[Stored data]
--*--

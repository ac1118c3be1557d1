"""What is known of one scenario so far: its tallies, judged look by look."""

from __future__ import annotations

from collections.abc import Collection, Mapping, Sequence
from dataclasses import dataclass, field

from narrowgauge.conduct.scenarios import Scenario
from narrowgauge.judge.domain import Outcome, SchemeFigures, judge_scheme, worse
from narrowgauge.judge.gain import Scheme
from narrowgauge.judge.schemes import LevelJudgement, judge_level
from narrowgauge.kernel.auditfile import AuditFile
from narrowgauge.measure.tally import LevelTally

__all__ = ["Trials", "Tried"]

_OUTSIDE = SchemeFigures(outcome="refused", reason="reference", edge=None, bias=None, paths_needed=None)


@dataclass(frozen=True, slots=True, kw_only=True)
class Trials:
    """What all scenarios share: the audit file with its costs, the scheme of each level, and 1 - confidence of a look.

    `broken` has, by level, the formats of which no split is admissible; `names` are the quantities; `dropping` says
    that the reference is not finite on some paths of the audit itself, so that such paths say nothing against a
    scenario.
    """

    file: AuditFile
    schemes: Mapping[int, Scheme]
    alpha: float
    broken: Mapping[int, Collection[str]]
    names: frozenset[str]
    dropping: bool


@dataclass(slots=True, kw_only=True)
class Tried:
    """One scenario. `problem` is what the reference met in it, by which it is refused."""

    scenario: Scenario
    tallies: dict[int, LevelTally] = field(default_factory=dict)
    judged: dict[int, LevelJudgement] = field(default_factory=dict)
    figures: dict[int, SchemeFigures] = field(default_factory=dict)
    problem: str | None = None

    def pending(self, trials: Trials) -> list[int]:
        """Return the levels that need more paths: those that are undecided, unless the kernel does not run here."""
        if self.problem is not None:
            return []
        return [level for level in trials.schemes if self.outcome_on(level) == "undecided"]

    def add(self, tallies: Sequence[LevelTally], problem: str | None, trials: Trials) -> None:
        """Add the blocks of a look, and judge their levels."""
        self.problem = problem
        for tally in tallies:
            done = self.tallies.get(tally.level)
            if set(tally.quantities) != trials.names:
                here, there = ", ".join(tally.quantities), ", ".join(sorted(trials.names))
                self.problem = f"level {tally.level}: the kernel returned {here} where the audit has {there}"
                return
            self.tallies[tally.level] = tally if done is None else done + tally
        for level in sorted({tally.level for tally in tallies}):
            self._judge(level, trials)

    def done(self, level: int) -> tuple[int, int]:
        """Return how many blocks and paths of a level there are."""
        tally = self.tallies.get(level)
        return (0, 0) if tally is None else (tally.blocks, tally.paths)

    def outcome_on(self, level: int) -> Outcome:
        """Return how a level does so far."""
        return self.on(level).outcome if self.figures or self.problem is not None else "undecided"

    def on(self, level: int) -> SchemeFigures:
        """Return how the scheme of a level does; refused where the kernel did not come so far."""
        return self.figures.get(level, _OUTSIDE)

    def verdict(self, levels: Sequence[int]) -> tuple[Outcome, int | None]:
        """Return the worst outcome over levels, and the first one that has it unless it passes."""
        worst: Outcome = "passes"
        for level in levels:
            worst = worse(worst, self.on(level).outcome)
        if self.problem is not None:
            worst = "refused"
        deciding = next((level for level in levels if self.on(level).outcome == worst), None)
        return worst, None if worst == "passes" else deciding

    def _judge(self, level: int, trials: Trials) -> None:
        tally = self.tallies[level]
        judged = self.judged[level] = judge_level(tally, trials.file, trials.alpha, trials.broken[level])
        self.figures[level] = judge_scheme(tally, judged, trials.file, trials.alpha, trials.schemes[level])
        if tally.dropped and not trials.dropping:
            self.figures[level] = _OUTSIDE
            self.problem = self.problem or (
                f"level {level}: the reference is not finite on {tally.dropped} of {tally.paths} paths"
            )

--*--

**What is expected**. Count every line of the entries that holds the string "Sequence". Please answer with the count alone.

**Reply to the task**. 3